WHAT THE TASK REQUIRES: If "OpRecord" shows up in a line of the material, return that line.

MATERIAL PROVIDED:
☆ ☆ ☆ ☆
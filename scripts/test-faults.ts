// Durability under faults (npm run test:faults). On a throwaway stack with PostgreSQL's fsync on, a client
// issues a bounded number of operations (photo uploads, quote requests, checkouts, signed webhooks, warranty
// claims, messages), each with its own idempotency key, through several concurrent workers, and keeps a
// ledger of what was acknowledged. Meanwhile the app is killed with SIGKILL and restarted twice and
// PostgreSQL is stopped in immediate mode and started again once; unacknowledged operations are retried
// with the same key (bounded, with back-off). Afterwards every acknowledged write must be present exactly
// once and the invariants must hold. Then two app instances receive the same webhooks at the same moment.
// Loopback only; prints the counts; exits non-zero on any violation.
//   --skip-build  reuse the last build in the dist dir (BANDEDGE_TEST_DIST, default .next-faults)
import type { ChildProcess } from "node:child_process";
import { randomUUID } from "node:crypto";
import { existsSync, rmSync } from "node:fs";
import { tmpdir } from "node:os";
import { join } from "node:path";
import pg from "pg";
import sharp from "sharp";
import Stripe from "stripe";
import type { JobState } from "@/db/schema/enums";
import { TRANSITIONS } from "@/lib/engine/jobs/states";
// @ts-expect-error plain ESM module without type declarations
import { bootScratchStack } from "./lib/scratch-stack.mjs";
// @ts-expect-error plain ESM module without type declarations
import { freePort, waitForHttp } from "./lib/stack.mjs";

// ---- bounds ----
const WORKERS = 8;
const CUSTOMERS = 8;
const QUOTES = 400; // each is an upload, then the quote request with its ticket
const PAYMENTS = 250; // each is a checkout, the payment at the stand-in, the webhook and one redelivery
const CLAIMS = 150;
const MESSAGES = 400;
const DUAL_EVENTS = 20;
const DUAL_DELIVERIES_PER_INSTANCE = 3;
const MAX_ATTEMPTS = 20;
const REQUEST_TIMEOUT_MS = 15_000;
const RUN_DEADLINE_MS = 8 * 60_000;
const FAULTS: { at: number; kind: "app" | "pg" }[] = [
  { at: 0.2, kind: "app" },
  { at: 0.45, kind: "pg" },
  { at: 0.7, kind: "app" },
];

type Cluster = { stop(mode?: string): void; start(): void; setting(name: string): string };
type Stack = {
  env: Record<string, string>;
  appUrl: string;
  scratch: string;
  stop(): void;
  app: ChildProcess;
  startApp(port?: number, opts?: { name?: string }): ChildProcess;
  cluster: Cluster;
};

type Kind = "upload" | "quote" | "checkout" | "webhook" | "claim" | "message";
type OpRecord = { kind: Kind; key: string; attempts: number; outcome: "acked" | "refused" | "gave-up"; detail: string };
type Attempt<T> = { ack: true; value: T } | { ack: false; retry: boolean; detail: string };

const sleep = (ms: number) => new Promise((r) => setTimeout(r, ms));
const violations: string[] = [];
const ops: OpRecord[] = [];
const counts = { kills: 0, appRestarts: 0, pgRestarts: 0, appCrashes: 0 };
const startedAt = Date.now();

function violation(message: string) {
  violations.push(message);
  if (violations.length <= 40) process.stderr.write(`  ✕ ${message}\n`);
}

// ---- HTTP client: one cookie jar per person, our Origin, its own client address ----

let ipCounter = 0;
class Client {
  private cookies = new Map<string, string>();
  readonly ip = `10.77.${(++ipCounter >> 8) & 255}.${ipCounter & 255}`;
  constructor(
    readonly appUrl: string,
    readonly label: string,
    public userId = "",
  ) {}

  async request(path: string, init: RequestInit & { json?: unknown } = {}): Promise<Response> {
    const headers = new Headers(init.headers);
    headers.set("x-forwarded-for", this.ip);
    headers.set("origin", this.appUrl);
    if (this.cookies.size) headers.set("cookie", [...this.cookies].map(([k, v]) => `${k}=${v}`).join("; "));
    let body = init.body;
    if (init.json !== undefined) {
      headers.set("content-type", "application/json");
      body = JSON.stringify(init.json);
    }
    const res = await fetch(new URL(path, this.appUrl), { ...init, headers, body, redirect: "manual" });
    for (const line of res.headers.getSetCookie()) {
      const [pair] = line.split(";");
      const i = pair!.indexOf("=");
      const name = pair!.slice(0, i).trim();
      const value = pair!.slice(i + 1).trim();
      if (!value || /max-age=0/i.test(line)) this.cookies.delete(name);
      else this.cookies.set(name, value);
    }
    return res;
  }
}

// ---- one operation: bounded retries with the same key, back-off, a timeout per attempt ----

function retryable(status: number): boolean {
  return status >= 500 || status === 408 || status === 429;
}

async function perform<T>(kind: Kind, key: string, attempt: (signal: AbortSignal) => Promise<Attempt<T>>): Promise<T | null> {
  const rec: OpRecord = { kind, key, attempts: 0, outcome: "gave-up", detail: "" };
  ops.push(rec);
  for (let n = 1; n <= MAX_ATTEMPTS; n++) {
    rec.attempts = n;
    let r: Attempt<T>;
    try {
      r = await attempt(AbortSignal.timeout(REQUEST_TIMEOUT_MS));
    } catch (e) {
      r = { ack: false, retry: true, detail: e instanceof Error ? `${e.name}: ${e.message}` : String(e) };
    }
    if (r.ack) {
      rec.outcome = "acked";
      return r.value;
    }
    rec.detail = r.detail;
    if (!r.retry) {
      rec.outcome = "refused";
      violation(`${kind} ${key}: unexpected answer ${r.detail}`);
      return null;
    }
    if (Date.now() - startedAt > RUN_DEADLINE_MS) break;
    await sleep(Math.min(3000, 150 * 2 ** (n - 1)) * (0.5 + Math.random()));
  }
  violation(`${kind} ${key}: never acknowledged after ${rec.attempts} attempts (last: ${rec.detail})`);
  return null;
}

async function answer<T>(res: Response, ok: (status: number, body: unknown) => T | undefined): Promise<Attempt<T>> {
  const text = await res.text();
  let body: unknown = text;
  try {
    body = JSON.parse(text);
  } catch {
    // not JSON (e.g. a proxy page): kept as text for the detail
  }
  const value = ok(res.status, body);
  if (value !== undefined) return { ack: true, value };
  return { ack: false, retry: retryable(res.status), detail: `${res.status} ${text.slice(0, 200)}` };
}

// ---- the run ----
☆ ☆ ☆ ☆
SOLUTION FOR THIS TASK:
type OpRecord = { kind: Kind; key: string; attempts: number; outcome: "acked" | "refused" | "gave-up"; detail: string };
const ops: OpRecord[] = [];
  const rec: OpRecord = { kind, key, attempts: 0, outcome: "gave-up", detail: "" };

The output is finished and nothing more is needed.